## The problem
Your job is to set down the stretch of entries that opens with the line containing "p.Legend.Add(m.label, sc)" and closes with the line containing "telemetry's time span". Keep both end lines, copy each exactly, and add nothing.

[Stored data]
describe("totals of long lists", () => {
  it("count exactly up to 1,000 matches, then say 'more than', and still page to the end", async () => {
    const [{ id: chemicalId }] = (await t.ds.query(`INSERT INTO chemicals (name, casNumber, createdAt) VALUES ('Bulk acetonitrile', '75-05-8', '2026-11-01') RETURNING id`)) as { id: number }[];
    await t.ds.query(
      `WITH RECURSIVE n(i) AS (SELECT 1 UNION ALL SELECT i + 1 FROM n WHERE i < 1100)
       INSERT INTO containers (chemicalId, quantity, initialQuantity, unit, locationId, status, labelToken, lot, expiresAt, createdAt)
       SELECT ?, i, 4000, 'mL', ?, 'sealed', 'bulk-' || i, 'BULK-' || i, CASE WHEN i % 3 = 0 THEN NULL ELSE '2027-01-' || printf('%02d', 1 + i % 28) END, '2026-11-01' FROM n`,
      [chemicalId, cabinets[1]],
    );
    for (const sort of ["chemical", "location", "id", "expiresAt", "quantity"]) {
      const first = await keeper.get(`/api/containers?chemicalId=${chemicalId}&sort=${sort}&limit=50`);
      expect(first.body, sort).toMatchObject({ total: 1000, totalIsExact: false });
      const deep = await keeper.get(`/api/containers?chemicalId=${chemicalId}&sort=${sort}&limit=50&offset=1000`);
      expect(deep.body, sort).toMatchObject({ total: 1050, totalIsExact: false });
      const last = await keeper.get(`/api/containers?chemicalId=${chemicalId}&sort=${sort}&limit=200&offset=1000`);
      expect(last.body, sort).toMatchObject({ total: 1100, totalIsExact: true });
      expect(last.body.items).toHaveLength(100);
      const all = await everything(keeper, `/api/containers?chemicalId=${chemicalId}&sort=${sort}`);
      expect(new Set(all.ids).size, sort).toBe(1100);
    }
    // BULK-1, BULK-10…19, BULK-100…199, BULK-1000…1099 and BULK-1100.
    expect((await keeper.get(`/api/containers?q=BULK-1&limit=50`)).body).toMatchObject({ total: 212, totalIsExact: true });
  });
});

---

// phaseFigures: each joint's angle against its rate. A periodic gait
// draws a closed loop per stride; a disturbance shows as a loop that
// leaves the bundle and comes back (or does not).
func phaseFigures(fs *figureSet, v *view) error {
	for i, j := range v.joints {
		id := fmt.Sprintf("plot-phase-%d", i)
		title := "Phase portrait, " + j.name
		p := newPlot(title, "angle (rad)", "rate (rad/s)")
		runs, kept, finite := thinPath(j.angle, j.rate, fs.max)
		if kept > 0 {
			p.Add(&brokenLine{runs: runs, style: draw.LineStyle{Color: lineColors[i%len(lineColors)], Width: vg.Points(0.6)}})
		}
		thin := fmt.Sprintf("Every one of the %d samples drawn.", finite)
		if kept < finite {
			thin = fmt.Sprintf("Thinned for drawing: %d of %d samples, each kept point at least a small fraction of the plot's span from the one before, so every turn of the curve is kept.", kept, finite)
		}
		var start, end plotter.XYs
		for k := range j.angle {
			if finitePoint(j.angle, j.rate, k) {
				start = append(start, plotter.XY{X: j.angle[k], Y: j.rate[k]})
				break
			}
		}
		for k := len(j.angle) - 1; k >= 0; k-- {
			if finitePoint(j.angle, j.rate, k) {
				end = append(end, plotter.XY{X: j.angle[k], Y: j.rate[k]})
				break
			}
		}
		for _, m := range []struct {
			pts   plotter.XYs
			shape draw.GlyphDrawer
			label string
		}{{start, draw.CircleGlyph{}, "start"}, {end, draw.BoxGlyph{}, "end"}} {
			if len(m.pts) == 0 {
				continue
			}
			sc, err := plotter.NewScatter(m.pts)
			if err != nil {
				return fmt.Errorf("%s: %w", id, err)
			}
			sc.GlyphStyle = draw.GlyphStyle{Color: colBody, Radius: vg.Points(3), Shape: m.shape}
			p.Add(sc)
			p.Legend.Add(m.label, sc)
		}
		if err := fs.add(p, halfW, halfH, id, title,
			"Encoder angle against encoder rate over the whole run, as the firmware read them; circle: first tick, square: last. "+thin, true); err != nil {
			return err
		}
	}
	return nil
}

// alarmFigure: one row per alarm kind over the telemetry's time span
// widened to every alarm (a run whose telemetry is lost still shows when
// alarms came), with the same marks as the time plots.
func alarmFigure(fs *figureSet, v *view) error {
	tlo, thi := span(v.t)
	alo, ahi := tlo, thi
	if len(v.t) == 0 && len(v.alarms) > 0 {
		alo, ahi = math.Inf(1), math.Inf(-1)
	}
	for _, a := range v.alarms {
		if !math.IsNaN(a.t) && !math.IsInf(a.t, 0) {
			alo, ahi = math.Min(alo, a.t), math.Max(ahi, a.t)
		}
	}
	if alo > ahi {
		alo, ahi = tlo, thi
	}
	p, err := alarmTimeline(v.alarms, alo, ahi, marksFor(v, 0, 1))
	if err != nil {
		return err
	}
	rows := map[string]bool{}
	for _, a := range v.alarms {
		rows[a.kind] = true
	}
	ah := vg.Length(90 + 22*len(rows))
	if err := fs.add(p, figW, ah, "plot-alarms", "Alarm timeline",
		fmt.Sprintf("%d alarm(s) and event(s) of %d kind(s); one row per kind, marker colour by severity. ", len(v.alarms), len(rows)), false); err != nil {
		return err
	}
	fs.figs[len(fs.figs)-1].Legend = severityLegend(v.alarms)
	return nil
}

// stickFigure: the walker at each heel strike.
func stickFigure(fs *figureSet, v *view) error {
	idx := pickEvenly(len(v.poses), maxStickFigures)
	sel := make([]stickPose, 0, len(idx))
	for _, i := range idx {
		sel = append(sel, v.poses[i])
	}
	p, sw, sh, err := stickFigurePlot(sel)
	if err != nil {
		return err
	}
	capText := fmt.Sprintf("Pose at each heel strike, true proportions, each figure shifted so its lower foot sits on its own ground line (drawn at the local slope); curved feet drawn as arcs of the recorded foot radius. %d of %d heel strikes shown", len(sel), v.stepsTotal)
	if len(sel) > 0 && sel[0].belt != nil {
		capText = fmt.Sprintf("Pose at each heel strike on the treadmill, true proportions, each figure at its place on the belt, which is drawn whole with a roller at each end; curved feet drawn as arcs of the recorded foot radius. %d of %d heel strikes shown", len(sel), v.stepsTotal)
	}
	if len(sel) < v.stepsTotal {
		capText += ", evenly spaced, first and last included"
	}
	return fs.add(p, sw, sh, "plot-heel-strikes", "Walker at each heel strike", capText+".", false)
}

* * *

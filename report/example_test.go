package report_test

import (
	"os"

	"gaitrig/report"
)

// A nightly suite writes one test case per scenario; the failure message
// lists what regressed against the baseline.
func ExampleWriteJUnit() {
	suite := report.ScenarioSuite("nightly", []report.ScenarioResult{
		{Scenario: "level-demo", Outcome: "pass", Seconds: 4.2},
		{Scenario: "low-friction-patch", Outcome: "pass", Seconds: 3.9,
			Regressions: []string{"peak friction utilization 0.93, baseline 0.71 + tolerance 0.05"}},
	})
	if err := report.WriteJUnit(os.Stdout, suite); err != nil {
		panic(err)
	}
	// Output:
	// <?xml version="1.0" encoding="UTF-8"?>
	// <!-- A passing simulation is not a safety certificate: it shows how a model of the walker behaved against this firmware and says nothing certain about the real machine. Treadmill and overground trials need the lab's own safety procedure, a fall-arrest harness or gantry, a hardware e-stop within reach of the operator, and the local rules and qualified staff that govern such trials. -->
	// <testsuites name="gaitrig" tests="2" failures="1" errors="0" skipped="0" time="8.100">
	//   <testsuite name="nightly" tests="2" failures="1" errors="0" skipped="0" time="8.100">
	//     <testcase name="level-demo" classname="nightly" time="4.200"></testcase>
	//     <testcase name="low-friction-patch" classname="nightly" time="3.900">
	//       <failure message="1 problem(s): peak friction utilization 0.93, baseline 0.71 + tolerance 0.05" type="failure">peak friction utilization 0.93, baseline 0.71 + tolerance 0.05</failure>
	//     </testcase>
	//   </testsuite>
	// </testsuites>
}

## Output of the task
			p.Legend.Add(m.label, sc)
		}
		if err := fs.add(p, halfW, halfH, id, title,
			"Encoder angle against encoder rate over the whole run, as the firmware read them; circle: first tick, square: last. "+thin, true); err != nil {
			return err
		}
	}
	return nil
}

// alarmFigure: one row per alarm kind over the telemetry's time span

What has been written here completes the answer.